So with the HD data bus connected i pulled the HD power and reconnected it, thinking there is maybe some sort of inisialisation on power up. but still the HD was inaccessable.

(a reboot sorted this, hda became accessable and a could re-add it to the arrray)

So my question is, is there some trick to inserting a HD when the box is powered and getting linux to recognize it?
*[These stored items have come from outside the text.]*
def _next(space: Space, near: dict[int, list[int]], placed: dict[int, Array],
          stations: Ints) -> tuple[int, Solutions] | None:  # fmt: skip
    """The next station to place and its equal places: first one with a check, last one that forks."""
    turn = _orientations(space, placed)
    left = [(s, _loci(space, near.get(s, []), s, placed, turn)) for s in stations.tolist() if s not in placed]
    fork: tuple[int, Solutions] | None = None
    # those with most to check them first; the first that stands alone goes
    for s, loci in sorted(left, key=lambda one: -len(one[1])):
        found = places(loci) if len(loci) > 2 else []
        if len(found) == 1 and len(loci) > 3:
            return s, found
        if found and (fork is None or len(found) < len(fork[1])):
            fork = s, found
    return fork


def _orientations(space: Space, placed: dict[int, Array]) -> dict[int, float]:
    """Orientations of the sets with a placed line; north is set -1."""
    turn = {-1: 0.0}
    for row in np.flatnonzero(space.sort == POINTING).tolist():
        i, j, one = int(space.i[row]), int(space.j[row]), int(space.of_set[row])
        if one not in turn and i in placed and j in placed:
            d = placed[j] - placed[i]
            turn[one] = float(np.arctan2(d[0], d[1]) - space.value[row])
    return turn


def _loci(space: Space, rows: list[int], s: int, placed: dict[int, Array], turn: dict[int, float]) -> list[Locus]:
    """Spheres and planes on which a station lies."""
    out: list[Locus] = [Plane(np.eye(3)[c], float(space.given[s, c])) for c in range(3) if space.known[s, c]]
    for row in rows:
        i, j, value = int(space.i[row]), int(space.j[row]), float(space.value[row])
        other, sense = (i, 1.0) if j == s else (j, -1.0)
        if other not in placed:
            continue
        if space.sort[row] == SLOPE:
            out.append(Sphere(placed[other] + np.array([0, 0, sense * space.up[row]]), value))
        elif space.sort[row] == RISE:
            out.append(Plane(np.array([0.0, 0, 1]), float(placed[other][2]) + sense * value))
        elif space.sort[row] == POINTING and int(space.of_set[row]) in turn:
            a = turn[int(space.of_set[row])] + value
            normal = np.array([np.cos(a), -np.sin(a), 0.0])
            out.append(Plane(normal, float(normal @ placed[other])))
    return out


def _figures(space: Space, stations: Ints, fill: Array) -> list[Array]:
    """The figure of the slope distances, and its mirror image, brought onto the known components in several ways."""
    from scipy.optimize import least_squares  # only where trilateration does not reach
    from scipy.sparse import coo_array
    from scipy.sparse.csgraph import shortest_path
    from scipy.spatial.transform import Rotation

    lines = space.sort == SLOPE
    number = np.full(len(space.known), -1)
    number[stations] = np.arange(len(stations))
    n = len(stations)
    least: dict[tuple[int, int], float] = {}
    for i, j, v in zip(number[space.i[lines]].tolist(), number[space.j[lines]].tolist(),
                       space.value[lines].tolist(), strict=True):  # fmt: skip
        least[min(i, j), max(i, j)] = v
    if not least:
        return []
    ends = np.array(list(least))
    far = shortest_path(coo_array((list(least.values()), ends.T), shape=(n, n)).tocsr(), directed=False)
    if not np.isfinite(far).all():
        return []
    centring = np.eye(n) - 1.0 / n
    w, v = np.linalg.eigh(-centring @ far**2 @ centring / 2)
    figure = v[:, -3:] * np.sqrt(np.maximum(w[-3:], 0.0))
    alone = Space(**{**vars(space), "known": np.zeros_like(space.known)})
    keep = lines
    for name in ("sort", "i", "j", "value", "up", "sd", "of_set", "source"):
        setattr(alone, name, getattr(space, name)[keep])
    alone.sets, alone.plane = 0, 0.0
    x = np.zeros((1, *space.known.shape))
    x[0, stations] = figure
    x, _ = alone.settled(x, alone.free(stations), alone.rough(x[0]), PLAIN)
    figure = x[0, stations] - x[0, stations].mean(axis=0)
    known, given = space.known[stations], space.given[stations]
    middle = np.array([given[known[:, c], c].mean() for c in range(3)])
    out = []
    for k, turned in enumerate(Rotation.random(2 * POSES, random_state=4)):
        mirrored = figure * (np.array([1.0, 1, -1]) if k % 2 else 1.0)

        def posed(p: Array, shape: Array = mirrored) -> Array:
            return np.asarray(Rotation.from_rotvec(p[:3]).apply(shape) + middle + p[3:])

        def off(p: Array, shape: Array = mirrored) -> Array:
            return np.asarray((posed(p, shape) - given)[known])

        if known.sum() < 4:
            break
        p = least_squares(off, np.concatenate([turned.as_rotvec(), np.zeros(3)])).x
        one = np.full(space.known.shape, np.nan)
        one[stations] = np.where(known, given, posed(p))
        out.append(one)
    return out


def _by_lot(space: Space, stations: Ints, fill: Array) -> list[Array]:
    """Places by lot within the reach of the readings."""
    rng = np.random.default_rng([7, len(stations)])
    lengths = space.value[space.sort == SLOPE]
    size = max(float(np.ptp(fill[stations], axis=0).max()), float(lengths.max(initial=1.0)))
    spread = size * np.array([0.6, 0.6, 0.25])
    return [np.where(space.known, space.given, fill + spread * rng.normal(size=fill.shape)) for _ in range(LOTS)]


def _by_rows(rests: list[Rest], given: Array, role: Ints, stations: Ints) -> list[Rest]:
    """The solutions, of which `stations` rows decide where one lies twice as near to them as the others."""
    rows = (role == NEW) & ~np.isnan(given)
    rows[np.setdiff1d(np.arange(len(given)), stations)] = False
    moving = np.zeros_like(rows)
    for one in rests[1:]:
        moving |= np.abs(one.x - rests[0].x) > 1e-6
    if len(rests) < 2 or not (rows & moving).any():
        return rests
    far = [float(np.abs((one.x - given)[rows]).sum()) for one in rests]
    order = np.argsort(far, kind="stable")
    first = far[order[0]]
    return [rests[k] for k in order.tolist() if far[k] < 2 * first or k == order[0]]


def mirror_words(network: Network, stations: Ints, x: Array, others: list[Array]) -> list[str]:
    """A sentence for every other solution."""
    out = []
    size = float(np.ptp(x[stations], axis=0).max())
    for y in others[:3]:
        moved = stations[np.abs(x[stations] - y[stations]).max(axis=1) > APART * size]
        s = int(moved[np.argmax(np.abs(x[moved] - y[moved]).max(axis=1))])
        name, who = network.stations.names[s], listed(network, moved, 8)
        a, b = (f"{z[s, 0]:.3f}, {z[s, 1]:.3f}, {z[s, 2]:.3f}" for z in (x, y))
        their = "its mirror image" if len(moved) == 1 else "their mirror images"
        out.append(
            f"{who} and {their} fit all readings equally well: {name} can stand at {a} or at {b} (metres east, north, "
            f"height); a row for {name} in stations.csv near the right place, or one more reading that tells them "
            "apart (a levelled line or a zenith angle), settles it"
        )
    return out


def _flat_words(network: Network, space: Space, stations: Ints, free: Ints, rests: list[Rest]) -> list[str]:
    """Stations whose place the readings fix only just (adjust.graph.valley)."""
    first, n = rests[0], 3 * len(space.known)
    found: dict[int, float] = {}
    for s in stations.tolist():
        own = np.flatnonzero((free < n) & (free // 3 == s))
        bent, sd, _ = bend(space, first, free, own) if len(own) else (0.0, 0.0, 0.0)
        if bent > BENT:
            found[s] = sd
    held, move = softest(first)
    if held < HOLD:
        found |= _most_moved(move, free, n, found)
    for other in rests[1:]:
        if away(first, other, free) < BESIDE:
            found |= _most_moved((other.x - first.x).ravel()[free[free < n]], free[free < n], n, found)
    out = []
    for s, sd in found.items():
        own = free[(free < n) & (free // 3 == s)]
        way = "up and down" if (own % 3 == 2).any() else "in one direction"
        out.append(
            f"{network.stations.names[s]} is fixed only just: it lies nearly in one plane with the stations that its "
            f"slope distances run to, which leave it {sd:.2f} m of play {way}; level to it or measure a zenith angle, "
            "or give its height"
        )
    return out


def _most_moved(move: Array, free: Ints, n: int, found: dict[int, float]) -> dict[int, float]:
    """The station that a movement (u,) of the free unknowns moves most, and how far; none if it is found already."""
    moved = np.zeros(n)
    moved[free[free < n]] = np.abs(move[free < n])
    s = int(np.argmax(moved)) // 3
    return {} if s in found else {s: float(moved.max())}
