def test_the_raw_book_adjusts_as_its_reductions_typed_as_tables(tmp_path: Path) -> None:
    """Steep sights from two known points to two new ones: the same coordinates by both ways, to the last digit."""
    raw, typed = tmp_path / "raw", tmp_path / "typed"
    toml = '[[book]]\nkind = "control"\n'
    control = "station,east,north,height\nA,0,0,100\nB,300,0,100\n"
    place = {"A": (0, 0, 100), "B": (300, 0, 100), "P": (120, 180, 130), "Q": (220, 160, 95)}
    rng = np.random.default_rng(15)
    rows = []
    for at, others in (("A", "BPQ"), ("B", "APQ")):
        for to in others:
            east, north, up = np.subtract(place[to], place[at]).tolist()
            h, z = math.atan2(east, north) % TURN, math.atan2(math.hypot(east, north), up)
            for face in (1, 2):
                a, b = rng.normal(0, SEC, 2)
                circle = (h + a + (0.0001 if face == 1 else math.pi - 0.0001)) % TURN
                vertical = (z if face == 1 else TURN - z) + 0.0002 + b
                length = math.hypot(east, north, up) + float(rng.normal(0, 0.001))
                rows.append(f"{at},{to},1,{face},{format_angle(circle, 'dms')},{format_angle(vertical, 'dms')},"
                            f"{length:.4f},1.5,1.6")  # fmt: skip
    raw.mkdir()
    (raw / "job.toml").write_text(HEAD + toml + TABLE, "utf-8")
    (raw / "control.csv").write_text(control, "utf-8")
    head = "at,to,set,face,horizontal_circle,zenith_circle,slope_distance,instrument_height,target_height\n"
    (raw / "rounds.csv").write_text(head + "\n".join(rows) + "\n", "utf-8")
    job = adjust.read(raw)
    typed.mkdir()
    names = job.network.stations.names
    kinds = {"direction": ("directions", "at,to,direction"), "zenith_angle": ("zenith_angles", "from,to,zenith_angle"),
             "distance": ("distances", "from,to,distance")}  # fmt: skip
    for kind, (table, head) in kinds.items():
        one = block(job, kind)
        count = 2 if kind == "distance" else 1  # a distance was read in each face; a pointing is both
        toml += f'[[book]]\nkind = "{table}"\n' + ('surface = "slope"\n' if kind == "distance" else "")
        heights = "" if kind == "direction" else ",instrument_height,target_height"
        lines = [f"{head}{heights},count"]
        for (s, t), value in zip(one.stations, one.values[:, 0], strict=True):
            unit = "m" if kind == "distance" else "rad"
            lines.append(f"{names[s]},{names[t]},{float(value)!r} {unit}{',1.5,1.6' if heights else ''},{count}")
        (typed / f"{table}.csv").write_text("\n".join(lines) + "\n", "utf-8")
    (typed / "job.toml").write_text(HEAD + toml, "utf-8")
    (typed / "control.csv").write_text(control, "utf-8")
    one, other = adjust.solve(job), adjust.solve(adjust.read(typed))
    order = [other.names.index(n) for n in one.names]
    close(one.positions, other.positions[order], atol=1e-10)
    assert one.total.degrees_of_freedom == other.total.degrees_of_freedom > 0


@pytest.mark.parametrize(
    ("row", "words"),
    [
        ("S,A,1,1,10 00 00,274 00 00,50", 'column face: "274 00 00": a zenith circle of face 2 in a row of face 1'),
        ("S,A,1,3,10 00 00,86 00 00,50", 'column face: "3": use one of 1, 2, left, right'),
        ("S,A,1,,10 00 00,86 00 00,50", "which face?"),
        ("S,A,1,1,,,", "a row without a reading"),
        ("S,A,1,2,30 00 01,273 00 00,50", "one circle reading in two faces"),
        ("S,A,1,1,210 00 01,86 00 00,50", "the rows are of one face"),
        ("S,S,1,1,10 00 00,86 00 00,50", "must be different stations"),
        ("S,A,1,1,10.5,86 00 00,50", "column horizontal_circle"),
        ("S,A,1,1,10 00 00,86 00 00,-50", "must be above 0"),
    ],
)
def test_bad_rows(tmp_path: Path, row: str, words: str) -> None:
    head = "at,to,set,face,horizontal_circle,zenith_circle,slope_distance\nS,A,1,1,30 00 00,87 00 00,50\n"
    found = faults(tmp_path, head + row + "\n")
    assert words in found, found
    assert "rounds.csv:3" in found


def test_a_limit_is_a_plain_size(tmp_path: Path) -> None:
    toml = '[rejection]\ndirection = "6 sec*sqrt(n)"\n' + TABLE
    assert "a plain limit is meant" in faults(tmp_path, "at,to,face,horizontal_circle\nS,A,1,30 00 00\n", toml)


def test_a_lone_target_needs_no_circle(tmp_path: Path) -> None:
    """A set to one target gives zenith angle and distance where its circle is left blank; a direction is a fault."""
    head = "at,to,set,face,horizontal_circle,zenith_circle,slope_distance\n"
    whole = "S,A,1,1,10 00 00,87 00 00,50\nS,B,1,1,80 00 00,88 00 00,60\n"
    job = read(tmp_path, head + whole + "S,A,2,1,,87 00 01,50.001\nS,A,2,2,,272 59 59,50.001\n")
    assert [len(block(job, kind)) for kind in ("direction", "zenith_angle", "distance")] == [2, 3, 3]
    found = faults(tmp_path, head + whole + "S,A,2,1,40 00 00,87 00 01,50.001\nS,A,2,2,220 00 00,272 59 59,50.001\n")
    assert found.startswith('rounds.csv:4: column horizontal_circle: "40 00 00": A is the only target of set 2 at S')
    assert "\n" not in found
    left_out = "S,A,2,1,40 00 00,87 00 01,50,,\nS,B,2,1,110 00 00,88 00 00,60,no,wind\n"
    head, whole = head.replace("\n", ",use,reason\n"), whole.replace("\n", ",,\n")
    assert "A is the only target of set 2" in faults(tmp_path, head + whole + left_out)


@pytest.mark.parametrize(("face_of", "words"), [
    ("2 1 1 2 2 2", 'rounds.csv:2: column face: "2"'),
    ("1 1 1 2 1 2", 'rounds.csv:6: column face: "1"'),  # the rows beside the fifth are of face 2
    ("1 1 1 1 2 2", "correct a face in line 4 or 5"),  # the middle of the set: nothing tells
])  # fmt: skip
def test_a_mixed_up_face_in_a_single_set(tmp_path: Path, face_of: str, words: str) -> None:
    circle = ("10 00 00", "80 00 00", "150 00 00", "330 00 00", "260 00 00", "190 00 00")
    rows = [f"S,{to},{f},{h}" for to, f, h in zip("ABCCBA", face_of.split(), circle, strict=True)]
    found = faults(tmp_path, "at,to,face,horizontal_circle\n" + "\n".join(rows) + "\n")
    assert words in found, found
    assert "\n" not in found
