def line_chart(title, series, *, y_label, x_label="boundary", first=1, logarithmic=False, shares=False,
               ringed=()):
    """Return lines over boundaries, one for each series.

    Parameters
    ----------
    title : str
    series : mapping of str to sequence of float
        Values at boundaries `first`, first + 1, ...; NaN leaves a gap.
    y_label, x_label : str
    first : int
        The first boundary's number.
    logarithmic : bool
        Whether the vertical axis is; values must then be positive.
    shares : bool
        Whether values are shares from 0 to 1, shown as percentages.
    ringed : sequence of int
        Places, from 0, at which every line's point is ringed.
    """
    with matplotlib.rc_context(_STYLE):
        figure, axes = _panel(x_label, y_label)
        handles = []
        for number, values in enumerate(series.values()):
            values = np.asarray(values, dtype=np.float64)
            look = {**_look(number), "markevery": max(1, len(values) // _MOST_MARKERS)}
            handles += axes.plot(np.arange(first, first + len(values)), values, **look)
            axes.plot(first + np.array(ringed, dtype=int), values[list(ringed)], "o", markersize=10, color=_INK,
                      fillstyle="none", markeredgewidth=0.8)
        _whole_numbers(axes.xaxis)
        if logarithmic:
            _logarithmic(axes.yaxis)
        if shares:
            axes.yaxis.set_major_formatter(FuncFormatter(_percentage))
            axes.set_ylim(0, 1.03)
        _legend(figure, handles, series)
        return _finished(figure, title)


def search_curve(title, curves, references=None, *, y_label):
    """Return the best value found so far against attempts spent.

    Parameters
    ----------
    title : str
    curves : mapping of str to sequence of float
        Value of each attempt in order (shares from 0 to 1); NaN is an attempt that failed.
    references : mapping of str to float, optional
        Values reached without a search, drawn as level lines.
    y_label : str
    """
    references = references or {}
    with matplotlib.rc_context(_STYLE):
        figure, axes = _panel("attempts", y_label)
        handles = []
        for number, values in enumerate(curves.values()):
            best = np.fmax.accumulate(np.asarray(values, dtype=np.float64))
            look = {**_look(number), "markevery": 0.12}
            handles += axes.plot(np.arange(1, len(best) + 1), best, drawstyle="steps-post", **look)
        for number, value in enumerate(references.values(), len(curves)):
            handles.append(axes.axhline(value, **{**_look(number), "marker": "none"}))
        axes.set_xscale("log", base=2)
        axes.xaxis.set_major_formatter(FuncFormatter(_number))
        axes.yaxis.set_major_formatter(FuncFormatter(_percentage))
        _legend(figure, handles, [*curves, *references])
        return _finished(figure, title)


def expected_and_achieved(title, groups):
    """Return what was expected, with its intervals, against what was achieved.

    A point whose bar crosses the diagonal was covered by its interval; the others are ringed.

    Parameters
    ----------
    title : str
    groups : mapping of str to array of shape (n, 4)
        Columns expected, low, high, achieved: shares from 0 to 1.
    """
    with matplotlib.rc_context(_STYLE):
        figure, axes = _panel("expected, with its interval", "achieved", height=285)
        axes.plot([0, 1], [0, 1], color=_SOFT, linewidth=1.0, linestyle="-", zorder=1)
        # Many points are drawn finer.
        fine = 1.0 if sum(map(len, groups.values())) <= _CROWD else 0.5
        handles = []
        for number, points in enumerate(groups.values()):
            expected, low, high, achieved = np.asarray(points, dtype=np.float64).reshape(-1, 4).T
            look = {**_look(number), "linestyle": "none", "markersize": 5 * fine}
            axes.hlines(achieved, low, high, color=look["color"], linewidth=0.9 * fine**2)
            handles += axes.plot(expected, achieved, **look)
            missed = (achieved < low) | (achieved > high)
            axes.plot(expected[missed], achieved[missed], "o", markersize=10 * fine, color=_INK, fillstyle="none",
                      markeredgewidth=0.8)
        for axis in (axes.xaxis, axes.yaxis):
            axis.set_major_formatter(FuncFormatter(_percentage))
        axes.set(xlim=(-0.02, 1.02), ylim=(-0.02, 1.02), aspect="equal")
        _legend(figure, handles, groups, lines=False)
        return _finished(figure, title)


def scatter_chart(title, groups, *, x_label, y_label):
    """Return points in a plane, the first group small and light behind the others, which are hollow.

    Parameters
    ----------
    title : str
    groups : mapping of str to array of shape (n, 2)
        Of each at most `_MOST_POINTS` are drawn, evenly.
    x_label, y_label : str
    """
    with matplotlib.rc_context(_STYLE):
        figure, axes = _panel(x_label, y_label, height=285)
        handles = []
        for number, points in enumerate(groups.values()):
            points = np.asarray(points, dtype=np.float64).reshape(-1, 2)
            points = points[np.linspace(0, len(points) - 1, min(_MOST_POINTS, len(points))).astype(int)]
            look = {"marker": ".", "color": _SOFT, "markersize": 3} if number == 0 else {
                **_look(number - 1), "markersize": 4, "fillstyle": "none", "markeredgewidth": 0.8}
            handles += axes.plot(*points.T, **{**look, "linestyle": "none"})
        _legend(figure, handles, groups, lines=False)
        return _finished(figure, title)


def interval_chart(title, names, series, *, x_label, marks=(0.0, 1.0), shares=False):
    """Return points with intervals for each name, one row per name, one marker per series.

    Parameters
    ----------
    title : str
    names : sequence of str
        Of the rows, from top to bottom (sources, say).
    series : mapping of str to array of shape (len(names), 3)
        Columns value, low, high, drawn as a bar from the first mark with a whisker; low and high may be NaN.
    x_label : str
    marks : sequence of float
        Where upright lines help the eye; bars begin at the first.
    shares : bool
        Whether values are shares from 0 to 1, shown as percentages.
    """
    with matplotlib.rc_context(_STYLE):
        figure, axes = _panel(x_label, "", height=60 + len(names) * (8 + 12 * len(series)))
        thickness = 0.8 / max(len(series), 1)
        handles = []
        for number, values in enumerate(series.values()):
            value, low, high = np.asarray(values, dtype=np.float64).reshape(-1, 3).T
            at = np.arange(len(names)) + (number - (len(series) - 1) / 2) * thickness
            look = {**_look(number), "linestyle": "none"}
            axes.barh(at, value - marks[0], 0.75 * thickness, left=marks[0], color=look["color"], alpha=0.3)
            axes.hlines(at, low, high, color=look["color"], linewidth=1.2)
            handles += axes.plot(value, at, **look)
        for mark in marks:
            axes.axvline(mark, color=_SOFT, linewidth=1.0, zorder=1)
        axes.set_yticks(np.arange(len(names)), [_short(name) for name in names])
        axes.set_ylim(len(names) - 0.4, -0.6)
        axes.grid(False, axis="y")
        axes.xaxis.set_major_formatter(FuncFormatter(_percentage if shares else _number))
        _legend(figure, handles, series, lines=False)
        return _finished(figure, title)


def change_chart(title, names, before, after, notes):
    """Return shares before and after, one row for each name: hollow and full markers, dashed where it is a loss.

    Parameters
    ----------
    title : str
    names : sequence of str
        Of the rows, from top to bottom.
    before, after : sequences of float
        Shares from 0 to 1; NaN where not known.
    notes : sequence of str
        Written at the right of each row.
    """
    before, after = (np.asarray(values, dtype=np.float64) for values in (before, after))
    with matplotlib.rc_context(_STYLE):
        figure, axes = _panel("accuracy", "", height=60 + 15 * len(names))
        at = np.arange(len(names))
        for lost, style in ((False, "-"), (True, (0, (3, 2)))):
            rows = (after < before) if lost else (after >= before)
            axes.hlines(at[rows], before[rows], after[rows], color=_INK, linewidth=1.4, linestyles=[style])
        handles = axes.plot(before, at, "o", color=_INK, fillstyle="none", markersize=7)
        handles += axes.plot(after, at, "s", color=_INK, markersize=5)
        for place, note in enumerate(notes):
            axes.annotate(plain(note), (1, place), (4, 0), xycoords=("axes fraction", "data"),
                          textcoords="offset points", va="center", fontsize=9, color=_SOFT)
        axes.set_yticks(at, [_short(name) for name in names])
        axes.set(xlim=(-0.02, 1.04), ylim=(len(names) - 0.4, -0.6))
        axes.grid(False, axis="y")
        axes.xaxis.set_major_formatter(FuncFormatter(_percentage))
        _legend(figure, handles, ["before", "after"], lines=False)
        return _finished(figure, title)


def outlook_chart(title, values, lines, *, low, high, marks, x_label, y_label="expected accuracy", limit=None):
    """Return expected accuracies along a setting, with the interval of the first of them as a band.

    Parameters
    ----------
    title : str
    values : sequence of float
        Of the setting, ascending, above 0; the axis is logarithmic.
    lines : mapping of str to sequence of float
        Shares from 0 to 1.
    low, high : sequence of float
        The band around the first line.
    marks : mapping of str to float
        Named values of the setting, drawn as upright lines.
    x_label, y_label : str
    limit : float, optional
        The largest value that is allowed; the end of the axis is marked with it.
    """
    with matplotlib.rc_context(_STYLE):
        figure, axes = _panel(x_label, y_label)
        axes.fill_between(values, low, high, color=_SOFT, alpha=0.25, linewidth=0)
        handles = []
        for number, line in enumerate(lines.values()):
            handles += axes.plot(values, line, **{**_look(number), "markevery": 0.15})
        for number, value in enumerate(marks.values(), len(lines)):
            handles.append(axes.axvline(value, **{**_look(number), "marker": "none", "color": _INK, "linewidth": 1.2}))
        names = [*lines, *marks]
        if limit is not None:
            handles.append(axes.axvspan(limit, 1.25 * limit, facecolor="none", edgecolor=_SOFT, hatch="///",
                                        linewidth=0))
            names.append("beyond the memory limit")
        _logarithmic(axes.xaxis)
        axes.yaxis.set_major_formatter(FuncFormatter(_percentage))
        axes.set_ylim(0, 1.03)
        _legend(figure, handles, names)
        return _finished(figure, title)


def plane_chart(title, x, y, behind, *, good, shut, marks, x_label, y_label):
    """Return how far settings stay behind the best over the plane of two of them.

    The darker, the farther behind; the good region is outlined, what should not be taken is hatched.

    Parameters
    ----------
    title : str
    x, y : sequences of float, of length n and m
        Above 0 and evenly spaced on a logarithmic scale.
    behind : array of shape (m, n)
        Points of accuracy, shares from 0 to 1.
    good, shut : arrays of shape (m, n), bool
        The region to stay in, and settings that may well diverge.
    marks : mapping of str to (float, float)
        Named points (x, y).
    x_label, y_label : str
    """
    behind = np.maximum(np.asarray(behind, dtype=np.float64), 0)
    with matplotlib.rc_context({**_STYLE, "axes.grid": False, "hatch.linewidth": 0.6, "hatch.color": _INK}):
        figure, axes = _panel(x_label, y_label, height=285)
        # Eleven greys that black marks still stand out from, the last for all that lies beyond.
        shades = axes.contourf(x, y, behind, levels=np.linspace(0, _MOST_BEHIND, 11), extend="max",
                               colors=[str(grey) for grey in np.linspace(1, 0.5, 11)])
        axes.set_xscale("log")
        axes.set_yscale("log")
        if np.any(shut):
            axes.contourf(x, y, np.asarray(shut, dtype=float), levels=[0.5, 1.5], colors="none", hatches=["////"])
        if np.any(good):
            axes.contour(x, y, np.asarray(good, dtype=float), levels=[0.5], colors=[_INK], linewidths=1.8)
        handles = []
        for number, (across, up) in enumerate(marks.values()):
            look = {**_look(number), "linestyle": "none", "markersize": 9, "markeredgecolor": "white"}
            handles += axes.plot(across, up, **look)
        for axis in (axes.xaxis, axes.yaxis):
            axis.set_major_locator(LogLocator(numticks=7))
            axis.set_major_formatter(FuncFormatter(_number))
            axis.set_minor_formatter(NullFormatter())
        bar = figure.colorbar(shades, ax=axes, shrink=0.9)
        bar.ax.yaxis.set_major_formatter(FuncFormatter(_percentage))
        bar.set_label("behind the best")
        _legend(figure, handles, marks, lines=False)
        return _finished(figure, title)


def _panel(x_label, y_label, height=_HEIGHT):
    figure = Figure(figsize=(_WIDTH / 72, height / 72), layout="constrained")
    axes = figure.add_subplot()
    axes.set(xlabel=_short(x_label, 40), ylabel=_short(y_label, 30))
    return figure, axes


def _look(number):
    color, style, marker = _LOOKS[number % len(_LOOKS)]
    # A second round is hollow.
    fill = "full" if number < len(_LOOKS) else "none"
    return {"color": color, "linestyle": style, "marker": marker, "fillstyle": fill}


def _short(text, longest=_LONGEST_LABEL):
    text = plain(text)
    return text if len(text) <= longest else text[: longest - 1] + "…"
(1 of my reasons for likeing linux over M$ windows is that linux does not need a reboot after every little operation, but oviously not the only 1).

Cheers

----------

## schwicky

If you plug in your device while the system is running, you need to have your controller recognize it. It's a feature of your controller and of its driver. AndI guess not all disk controllers are hot-plug-compatible.

----------

## schwicky

 *Bullet Dodger wrote:*   

> 
> 
> If my HD b fails it will take with it my OS, as my OS is not rided and only lives on HD b.
> 
> So if HD b fails, i would have 2 replace the HD and reinstall the OS. 
> ...

 

The question is why you did not make a raid-1 of your OS partition? If you do that and install your boot loader on both disks mbr then you will be able to boot and access your data no matter which of both disks dies.

----------

## NeddySeagoon

Bullet Dodger,

Linux is begining to support hot swap everything, including RAM and CPUs (as long as you don't remove all the RAM or all the CPUs)

However, a lot of hardware does not support hot swap.

Hot Swap is a part of the SATA hardware standard but the kernel is only now getting support in the driver software.

With pulling (or failing) a drive, you not only have to get the hot swap to work, you also have to rebuild the raid set from the good drive.

Its contents may have changed while the partner was missing. That step is not normally automatic.

----------